En una reciente entrevista concedida al programa Caballero de Día por la señal Somos Radio AM 530, el dirigente agrario y escritor Pedro Peretti trazó un diagnóstico severo sobre la actualidad política y económica de la Argentina. Para el referente chacarero, el país atraviesa una «catombe social» que no puede medirse a través de variables macroeconómicas, sino por la realidad de un millón y medio de niños que se van a dormir sin comer.
El hambre como medida de la crisis
Peretti cuestionó el sentido común instalado por ciertos sectores mediáticos que priorizan el debate sobre el déficit fiscal por encima de las necesidades básicas de la población. Según el dirigente, el éxito de un país debe determinarse por la capacidad de su gente para alimentarse, vestirse y educarse, y no por sus indicadores financieros.
En ese sentido, señaló una contradicción estructural: en el año 2022, Argentina alcanzó un récord histórico de exportaciones cercano a los 100.000 millones de dólares, pero simultáneamente se registraron un millón de nuevos pobres. Esta disparidad, según su visión, demuestra que el volumen de exportaciones por sí solo no resuelve los problemas de fondo si no existe una redistribución y un enfoque en el mercado interno.
El «Partido Judicial» y la democracia capturada
El análisis de Peretti no se limitó a lo económico; denunció una interrupción de la normalidad democrática a través de lo que denominó el «golpe de Estado del Partido Judicial». Para el entrevistado, este proceso comenzó con la cooptación del Consejo de la Magistratura, utilizado como una herramienta para colocar jueces en lugares estratégicos y confirmar condenas políticas.

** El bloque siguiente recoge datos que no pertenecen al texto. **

#[test]
fn what_is_not_strict_json_is_refused_with_its_place() {
    for (from, to) in [
        ("\"format\":", "// remark\n \"format\":"),
        ("\"vented\": true\n    }\n  ],", "\"vented\": true,\n    }\n  ],"),
        ("\"format\"", "'format'"),
        ("\"thickness_m\": 14.0", "\"thickness_m\": NaN"),
        ("\"thickness_m\": 14.0", "\"thickness_m\": +14.0"),
        ("\"thickness_m\": 14.0", "\"thickness_m\": 0x0E"),
        ("\"thickness_m\": 14.0", "\"thickness_m\": 14,0"),
    ] {
        let problems = after(from, to);
        assert!(problems.problems[0].line >= 1 && !problems.problems.is_empty(), "{problems}");
    }
    let problems = after("\"thickness_m\": 14.0", "\"thickness_m\": NaN");
    assert_eq!(problems.problems[0].line, 32, "{problems}");
    assert!(refused("").to_string().contains("an empty file"));
    assert!(
        refused("[1, 2]")
            .to_string()
            .contains("found a list of 2 entries; allowed: an object with format")
    );
    let deep = "[".repeat(100_000);
    assert!(!refused(&deep).problems.is_empty());
}

#[test]
fn an_overflowing_number_is_refused() {
    let message = only("\"thickness_m\": 14.0", "\"thickness_m\": 1e999");
    assert!(
        message.contains("found 1e999; allowed: layer thickness from 0.01 to 500 m"),
        "{message}"
    );
}

#[test]
fn files_are_opened_with_clear_errors() {
    let folder = tempfile::tempdir().unwrap();
    let path = folder.path().join("site.json");
    assert!(site::read(&path).unwrap_err().to_string().contains("no readable file"));
    std::fs::write(&path, b"{\n \"format\": \"\xff\"}").unwrap();
    let problems = site::read(&path).unwrap_err();
    assert_eq!(problems.problems[0].line, 2);
    assert!(problems.to_string().contains("Save the file in UTF-8."));
    std::fs::write(&path, format!("\u{feff}{GOOD}")).unwrap();
    assert!(site::read(&path).is_ok(), "a byte order mark does no harm");
}

mod arbitrary {
    use super::{GOOD, site};
    use proptest::prelude::*;

    proptest! {
        #[test]
        fn text_never_panics(text in ".{0,200}") {
            let _ = site::parse(&text, "any");
        }

        #[test]
        fn a_damaged_site_file_never_panics(at in 0..GOOD.len(), len in 0usize..40, with in "[\\[\\]{}\",:0-9a-z.-]{0,6}") {
            let end = (at + len).min(GOOD.len());
            if let (Some(head), Some(tail)) = (GOOD.get(..at), GOOD.get(end..))
                && let Err(problems) = site::parse(&format!("{head}{with}{tail}"), "damaged") {
                    prop_assert!(!problems.problems.is_empty(), "a refusal gives a reason");
                    let _ = problems.to_string();
                }
        }
    }
}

Peretti vinculó la persecución judicial a Cristina Fernández de Kirchner con una estrategia histórica para disciplinar a los líderes que enfrentan a los poderes fácticos. «La prisión de Cristina no es un problema del kirchnerismo, es un problema de la democracia argentina«, afirmó, comparando el accionar judicial actual con los cuartelazos militares de décadas pasadas. Asimismo, mencionó la intervención de la Unión Obrera Metalúrgica (UOM) como otro ejemplo de este «disciplinamiento» a través del sistema judicial.
La necesidad de un nuevo modelo agrario
Como especialista en temas rurales, Peretti advirtió sobre la «reprimarización» de la economía argentina. Criticó que se festejen exportaciones de granos sin procesar, como la semilla de girasol, que no generan valor agregado ni empleo genuino.
Para revertir esta situación, propuso retomar la bandera de la función social de la tierra, concepto presente en la Constitución de 1949. Según el dirigente, es imperativo discutir un modelo de «chacra mixta» que priorice el precio de los alimentos para el consumo interno y frene la extranjerización del territorio. «Lo que es bueno para las grandes cerealeras como Cargill o Dreyfus, es malo para la Argentina», sentenció de forma tajante.
Finalmente, Peretti llamó a la unidad del campo nacional y popular bajo un programa claro que incluya la defensa de la soberanía y el cese de la persecución política, considerando la libertad de los dirigentes perseguidos como un «imperativo moral».